§ Exercise brief
Filter the entries down to the lines holding "that", then copy those lines.

§ Dataset entries
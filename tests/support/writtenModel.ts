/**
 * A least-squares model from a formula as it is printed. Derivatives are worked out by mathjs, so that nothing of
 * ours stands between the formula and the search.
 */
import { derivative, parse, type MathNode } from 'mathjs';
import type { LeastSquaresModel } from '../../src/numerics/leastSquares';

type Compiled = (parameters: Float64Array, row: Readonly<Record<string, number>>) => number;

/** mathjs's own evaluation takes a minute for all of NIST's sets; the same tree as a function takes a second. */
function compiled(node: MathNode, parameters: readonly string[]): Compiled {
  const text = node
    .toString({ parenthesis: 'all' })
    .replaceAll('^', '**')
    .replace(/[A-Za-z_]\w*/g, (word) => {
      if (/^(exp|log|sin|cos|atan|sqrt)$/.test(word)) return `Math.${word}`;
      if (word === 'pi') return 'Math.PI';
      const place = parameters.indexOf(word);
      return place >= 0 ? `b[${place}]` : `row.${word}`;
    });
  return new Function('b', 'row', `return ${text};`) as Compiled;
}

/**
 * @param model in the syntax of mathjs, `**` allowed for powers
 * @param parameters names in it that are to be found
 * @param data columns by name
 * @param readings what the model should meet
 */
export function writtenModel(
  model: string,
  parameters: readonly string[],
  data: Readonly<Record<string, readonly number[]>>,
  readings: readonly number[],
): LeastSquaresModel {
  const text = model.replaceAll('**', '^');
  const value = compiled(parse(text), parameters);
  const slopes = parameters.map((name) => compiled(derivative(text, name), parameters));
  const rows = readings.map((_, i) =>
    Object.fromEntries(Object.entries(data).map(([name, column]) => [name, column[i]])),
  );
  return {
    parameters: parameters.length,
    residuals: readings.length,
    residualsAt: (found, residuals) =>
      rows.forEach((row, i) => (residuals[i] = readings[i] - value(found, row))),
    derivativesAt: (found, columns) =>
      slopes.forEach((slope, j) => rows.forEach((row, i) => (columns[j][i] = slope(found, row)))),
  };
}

--

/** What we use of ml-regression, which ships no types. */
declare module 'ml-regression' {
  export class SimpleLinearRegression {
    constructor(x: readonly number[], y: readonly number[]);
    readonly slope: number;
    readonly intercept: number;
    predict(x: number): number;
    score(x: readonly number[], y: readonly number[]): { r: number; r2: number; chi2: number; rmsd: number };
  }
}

* * *

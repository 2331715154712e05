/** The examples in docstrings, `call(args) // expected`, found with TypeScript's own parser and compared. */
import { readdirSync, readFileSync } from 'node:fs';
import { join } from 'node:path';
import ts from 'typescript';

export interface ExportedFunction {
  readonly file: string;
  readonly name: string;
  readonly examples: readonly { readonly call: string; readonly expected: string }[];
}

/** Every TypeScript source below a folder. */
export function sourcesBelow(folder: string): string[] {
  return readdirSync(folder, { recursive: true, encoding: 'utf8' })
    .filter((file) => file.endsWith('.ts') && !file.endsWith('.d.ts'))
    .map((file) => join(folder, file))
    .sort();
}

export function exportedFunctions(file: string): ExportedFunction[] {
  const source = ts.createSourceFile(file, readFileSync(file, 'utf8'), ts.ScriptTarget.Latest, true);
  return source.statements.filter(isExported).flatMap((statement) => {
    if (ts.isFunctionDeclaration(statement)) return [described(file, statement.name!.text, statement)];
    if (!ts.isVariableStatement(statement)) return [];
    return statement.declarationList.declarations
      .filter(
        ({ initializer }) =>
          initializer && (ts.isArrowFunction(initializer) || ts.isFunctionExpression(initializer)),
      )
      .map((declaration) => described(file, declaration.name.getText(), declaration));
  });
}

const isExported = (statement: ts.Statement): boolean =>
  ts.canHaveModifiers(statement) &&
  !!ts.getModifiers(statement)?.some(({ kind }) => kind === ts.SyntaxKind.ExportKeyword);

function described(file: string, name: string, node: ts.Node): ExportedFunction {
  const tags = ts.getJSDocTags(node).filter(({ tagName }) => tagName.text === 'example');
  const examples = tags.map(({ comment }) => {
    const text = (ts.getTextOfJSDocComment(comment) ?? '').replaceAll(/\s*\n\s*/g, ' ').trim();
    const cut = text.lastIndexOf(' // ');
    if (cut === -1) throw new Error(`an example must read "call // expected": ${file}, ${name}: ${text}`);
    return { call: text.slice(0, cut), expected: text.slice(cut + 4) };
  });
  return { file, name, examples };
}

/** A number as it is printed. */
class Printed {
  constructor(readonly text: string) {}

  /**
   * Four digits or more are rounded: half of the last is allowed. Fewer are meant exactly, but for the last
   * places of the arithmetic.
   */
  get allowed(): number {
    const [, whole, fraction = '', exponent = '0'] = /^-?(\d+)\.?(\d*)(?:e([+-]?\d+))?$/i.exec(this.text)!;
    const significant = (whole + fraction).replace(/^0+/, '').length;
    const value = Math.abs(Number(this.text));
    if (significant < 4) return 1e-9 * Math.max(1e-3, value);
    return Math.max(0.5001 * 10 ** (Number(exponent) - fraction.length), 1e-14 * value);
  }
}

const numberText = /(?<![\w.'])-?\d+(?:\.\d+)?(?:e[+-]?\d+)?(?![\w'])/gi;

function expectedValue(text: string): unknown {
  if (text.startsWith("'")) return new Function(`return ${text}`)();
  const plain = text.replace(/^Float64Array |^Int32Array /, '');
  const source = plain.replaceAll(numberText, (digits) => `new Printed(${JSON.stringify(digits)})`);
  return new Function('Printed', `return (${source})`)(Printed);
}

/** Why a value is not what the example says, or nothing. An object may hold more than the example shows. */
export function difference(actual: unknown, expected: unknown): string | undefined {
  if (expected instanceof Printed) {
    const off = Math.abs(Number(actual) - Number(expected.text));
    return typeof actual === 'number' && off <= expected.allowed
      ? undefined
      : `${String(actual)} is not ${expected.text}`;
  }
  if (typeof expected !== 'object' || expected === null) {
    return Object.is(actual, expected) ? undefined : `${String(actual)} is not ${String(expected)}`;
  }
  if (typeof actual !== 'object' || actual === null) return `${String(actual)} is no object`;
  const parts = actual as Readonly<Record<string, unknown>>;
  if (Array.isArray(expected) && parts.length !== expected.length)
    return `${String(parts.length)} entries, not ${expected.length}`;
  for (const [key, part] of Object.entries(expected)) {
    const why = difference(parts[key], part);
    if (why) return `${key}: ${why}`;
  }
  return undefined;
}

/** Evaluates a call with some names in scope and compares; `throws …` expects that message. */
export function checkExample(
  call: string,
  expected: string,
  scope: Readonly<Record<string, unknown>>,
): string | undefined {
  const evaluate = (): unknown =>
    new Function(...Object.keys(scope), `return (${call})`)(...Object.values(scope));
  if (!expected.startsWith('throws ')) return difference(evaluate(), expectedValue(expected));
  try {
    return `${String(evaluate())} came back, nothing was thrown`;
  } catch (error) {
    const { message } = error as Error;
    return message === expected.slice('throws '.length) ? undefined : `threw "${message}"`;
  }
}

§ Result of this task
 * A least-squares model from a formula as it is printed. Derivatives are worked out by mathjs, so that nothing of
 * @param parameters names in it that are to be found
/** Evaluates a call with some names in scope and compares; `throws …` expects that message. */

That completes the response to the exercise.